Publication: Structured Neural Models for Coreference and Generation
Open/View Files
Date
Authors
Published Version
Published Version
Journal Title
Journal ISSN
Volume Title
Publisher
Citation
Abstract
Natural Language Processing (NLP) has recently entered a period marked by impressive empirical performance on a wide variety of natural language tasks, with much of this empirical success due to the use of deep learning techniques. Deep learning has, in particular, offered a simple approach for learning expressive, global models of linguistic data. While incredibly powerful, this style of modeling poses a problem for NLP tasks that require structured prediction, the prediction of outputs with combinatorial structure, such as sequences, trees, and graphs.
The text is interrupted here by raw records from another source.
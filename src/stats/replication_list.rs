//! One arm's finished replications, in replication order: in memory, or for a long run mostly in
//! a file that every pass of the summary reads back.
//!
//! Why it exists: the between-replication intervals, the quantiles over replications, the paired
//! differences and replications.csv all need every replication's totals, about 0.5 kB each per
//! arm. Held in memory they made a run's memory grow with its replications (100,000 replications
//! of one small arm peaked at 64.5 MiB against 6.8 MiB for 1,000). A list told to spill
//! ([`ReplicationList::spill_to`]) keeps at most [`MEMORY_RECORDS`] replications in memory and
//! appends the rest, in replication order and bit-exact, to a file that is unlinked as soon as it
//! is created (a crash leaves nothing behind). Passes read it back in order, so every figure is
//! formed from the same values in the same order as from a list in memory: spilling never moves a
//! figure.
//!
//! Reading back can fail only if the disk fails under the run; the iterator then stops, and the
//! failure is kept ([`ReplicationList::read_failure`]) for the caller to refuse the results rather
//! than write figures from part of the replications.

use crate::stats::tally::{CycleRecord, ReplicationTally, Year};
use serde::{Deserialize, Deserializer, Serialize, Serializer};
use std::borrow::Cow;
use std::fs::File;
use std::path::{Path, PathBuf};
use std::sync::{Arc, OnceLock};

/// Replications a spilling list keeps in memory before it appends them to its file.
pub const MEMORY_RECORDS: usize = 1024;

/// Bytes read from the file at a time by a pass.
const READ_BYTES: usize = 256 * 1024;

/// An arm's replications in replication order (see the module comment).
#[derive(Default)]
pub struct ReplicationList {
    /// The first replications, on disk; `None` until the first spill.
    spilled: Option<Spilled>,
    /// The replications after those on disk.
    /// The replications after those on disk; shared with clones until either changes.
    memory: Arc<Vec<ReplicationTally>>,
    /// Where this list may create its file and whether it may append: set by
    /// [`ReplicationList::spill_to`], never on a clone (a clone shares the file's records so far).
    spill_dir: Option<PathBuf>,
    /// Why reading the file back failed, shared with clones.
    failure: Arc<OnceLock<String>>,
}

/// The records on disk: `records` of them in the file's first `bytes` bytes.
struct Spilled {
    file: Arc<File>,
    records: usize,
    bytes: u64,
    /// Replication index of the last record on disk.
    last: u32,
}

impl ReplicationList {
    /// An empty list held in memory.
    pub fn new() -> Self {
        Self::default()
    }

    /// Lets the list keep all but its last [`MEMORY_RECORDS`] replications in an unnamed file
    /// created in `dir` (from the next [`ReplicationList::flush`] on). Where files cannot be
    /// unlinked while open (not Unix), the list stays in memory.
    pub fn spill_to(&mut self, dir: &Path) {
        if cfg!(unix) {
            self.spill_dir = Some(dir.to_path_buf());
        }
    }

    /// Replications held, on disk and in memory.
    pub fn len(&self) -> usize {
        self.spilled.as_ref().map_or(0, |s| s.records) + self.memory.len()
    }

    /// Replications held on disk (the first ones).
    pub fn on_disk(&self) -> usize {
        self.spilled.as_ref().map_or(0, |s| s.records)
    }

    /// Whether no replication is held.
    pub fn is_empty(&self) -> bool {
        self.len() == 0
    }

    /// The replications in order; those on disk are decoded as the pass reaches them.
    pub fn iter(&self) -> Iter<'_> {
        self.iter_reading(Parts::All)
    }

    /// As [`iter`](Self::iter), for passes that read only a replication's numbers: a replication
    /// read back from disk comes without its shortfall histogram and years (empty), which saves
    /// their decoding and allocation in every such pass. Replications in memory come whole.
    pub fn iter_numbers(&self) -> Iter<'_> {
        self.iter_reading(Parts::Numbers)
    }

    fn iter_reading(&self, parts: Parts) -> Iter<'_> {
        Iter {
            disk: self.spilled.as_ref().map(|s| DiskReader {
                parts,
                file: &s.file,
                offset: 0,
                end: s.bytes,
                buffer: Vec::new(),
                at: 0,
                remaining: s.records,
                failure: &self.failure,
            }),
            memory: self.memory.iter(),
        }
    }

    /// The first replication.
    pub fn first(&self) -> Option<Cow<'_, ReplicationTally>> {
        self.iter().next()
    }

    /// The `i`-th replication held (0-based, in replication order).
    pub fn get(&self, i: usize) -> Option<Cow<'_, ReplicationTally>> {
        let on_disk = self.len() - self.memory.len();
        match i.checked_sub(on_disk) {
            Some(m) => self.memory.get(m).map(Cow::Borrowed),
            None => self.iter().nth(i),
        }
    }

    /// Index of the last replication held.
    pub fn last_replication(&self) -> Option<u32> {
        self.memory
            .last()
            .map(|r| r.replication)
            .or_else(|| self.spilled.as_ref().map(|s| s.last))
    }

    /// Why reading the replications back from disk failed, if it did: the passes that met it saw
    /// only part of the list.
    pub fn read_failure(&self) -> Option<&str> {
        self.failure.get().map(String::as_str)
    }

    /// Adds a replication after every one held (the caller keeps the order).
    pub fn append(&mut self, tally: ReplicationTally) {
        debug_assert!(self.last_replication().is_none_or(|l| tally.replication > l));
        Arc::make_mut(&mut self.memory).push(tally);
    }

    /// Adds a replication where its index puts it. A list with replications on disk is read back
    /// into memory first if the new one does not come last (merges out of order are for shards,
    /// which do not spill).
    pub fn insert(&mut self, tally: ReplicationTally) {
        if self.last_replication().is_none_or(|l| tally.replication > l) {
            Arc::make_mut(&mut self.memory).push(tally);
            return;
        }
        if self.spilled.is_some() {
            self.memory = Arc::new(self.take_all());
        }
        let memory = Arc::make_mut(&mut self.memory);
        let at = memory.partition_point(|r| r.replication < tally.replication);
        memory.insert(at, tally);
    }

    /// Takes every replication into a vector in memory, leaving the list empty (its permission to
    /// spill stays).
    pub fn take_all(&mut self) -> Vec<ReplicationTally> {
        if self.spilled.is_none() {
            return Arc::unwrap_or_clone(std::mem::take(&mut self.memory));
        }
        let all: Vec<ReplicationTally> = self.iter().map(Cow::into_owned).collect();
        self.spilled = None;
        self.memory = Arc::default();
        all
    }

    /// Replaces the list's replications by `all` (in replication order), kept in memory until
    /// the next flush.
    pub fn set_all(&mut self, all: Vec<ReplicationTally>) {
        self.spilled = None;
        self.memory = Arc::new(all);
    }

    /// Appends the replications in memory to the file once there are more than
    /// [`MEMORY_RECORDS`], if the list may spill. A failed write leaves the list as it was.
    pub fn flush(&mut self) -> std::io::Result<()> {
        let Some(dir) = &self.spill_dir else {
            return Ok(());
        };
        if self.memory.len() <= MEMORY_RECORDS {
            return Ok(());
        }
        if self.spilled.is_none() {
            self.spilled = Some(Spilled {
                file: Arc::new(unnamed_file(dir)?),
                records: 0,
                bytes: 0,
                last: 0,
            });
        }
        let spilled = self.spilled.as_mut().expect("created above");
        let mut bytes = Vec::with_capacity(self.memory.len() * 512);
        for r in self.memory.iter() {
            let start = bytes.len();
            bytes.extend_from_slice(&[0; 4]);
            encode(r, &mut bytes);
            let length = (bytes.len() - start - 4) as u32;
            bytes[start..start + 4].copy_from_slice(&length.to_le_bytes());
        }
        write_at(&spilled.file, &bytes, spilled.bytes)?;
        spilled.bytes += bytes.len() as u64;
        spilled.records += self.memory.len();
        spilled.last = self.memory.last().expect("more than MEMORY_RECORDS").replication;
        self.memory = Arc::default();
        Ok(())
    }
}

/// A file in `dir` that has no name: created under a name no one else uses and unlinked at once.
fn unnamed_file(dir: &Path) -> std::io::Result<File> {
    static NEXT: std::sync::atomic::AtomicU64 = std::sync::atomic::AtomicU64::new(0);
    let n = NEXT.fetch_add(1, std::sync::atomic::Ordering::Relaxed);
    let path = dir.join(format!(".loancycle-replications-{}-{n}.tmp", std::process::id()));
    let file = std::fs::OpenOptions::new()
        .read(true)
        .write(true)
        .create_new(true)
        .open(&path)
        .map_err(|e| named(&path, e))?;
    std::fs::remove_file(&path).map_err(|e| named(&path, e))?;
    Ok(file)
}

fn named(path: &Path, e: std::io::Error) -> std::io::Error {
    std::io::Error::new(
        e.kind(),
        format!(
            "cannot keep replications in {}: {}",
            path.display(),
            e.to_string().to_lowercase()
        ),
    )
}

#[cfg(unix)]
fn write_at(file: &File, bytes: &[u8], offset: u64) -> std::io::Result<()> {
    use std::os::unix::fs::FileExt;
    file.write_all_at(bytes, offset).map_err(|e| {
        std::io::Error::new(
            e.kind(),
            format!("cannot keep replications on disk: {}", e.to_string().to_lowercase()),
        )
    })
}

#[cfg(not(unix))]
fn write_at(_: &File, _: &[u8], _: u64) -> std::io::Result<()> {
    Err(std::io::Error::other("replications are kept on disk only on unix"))
}

#[cfg(unix)]
fn read_at(file: &File, buffer: &mut [u8], offset: u64) -> std::io::Result<()> {
    use std::os::unix::fs::FileExt;
    file.read_exact_at(buffer, offset)
}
Indeed, whereas the standard approach to tackling structured prediction problems in NLP involves predicting the structure with the highest score under the learned model, it is often intractable to find the highest scoring structure under the sort of global model common in deep learning approaches to NLP. In this thesis we argue that search-based structured prediction, where a model is trained to search incrementally for a structure, is a particularly natural choice for doing structured prediction with deep models. Specifically, we argue that recurrent neural networks make it simple and convenient to compactly represent the history of incremental predictions made during search, which allows for the learning of powerful search-based structured predictors. We first investigate this approach to deep structured prediction in the context of the NLP task of coreference resolution. In particular we first discuss a baseline, neural coreference resolver, which was sufficient for state-of-the-art performance on its introduction, and we then show that a search-based, structured approach improves even over this. We then discuss an approach to training the celebrated sequence-to-sequence model as a search-based structured predictor, and we show that this leads to improvements on word ordering, dependency parsing, and machine translation tasks. In the final chapter of this thesis we discuss the structured prediction problem of long-form text generation, and database-to-text generation in particular, which is not well handled by the techniques introduced in the preceding chapters. We introduce a new dataset for studying the challenges posed by this structured prediction problem, suggest new automatic approaches to evaluating performance on this problem, and use these automatic approaches to analyze the performance of various state-of-the-art generation models.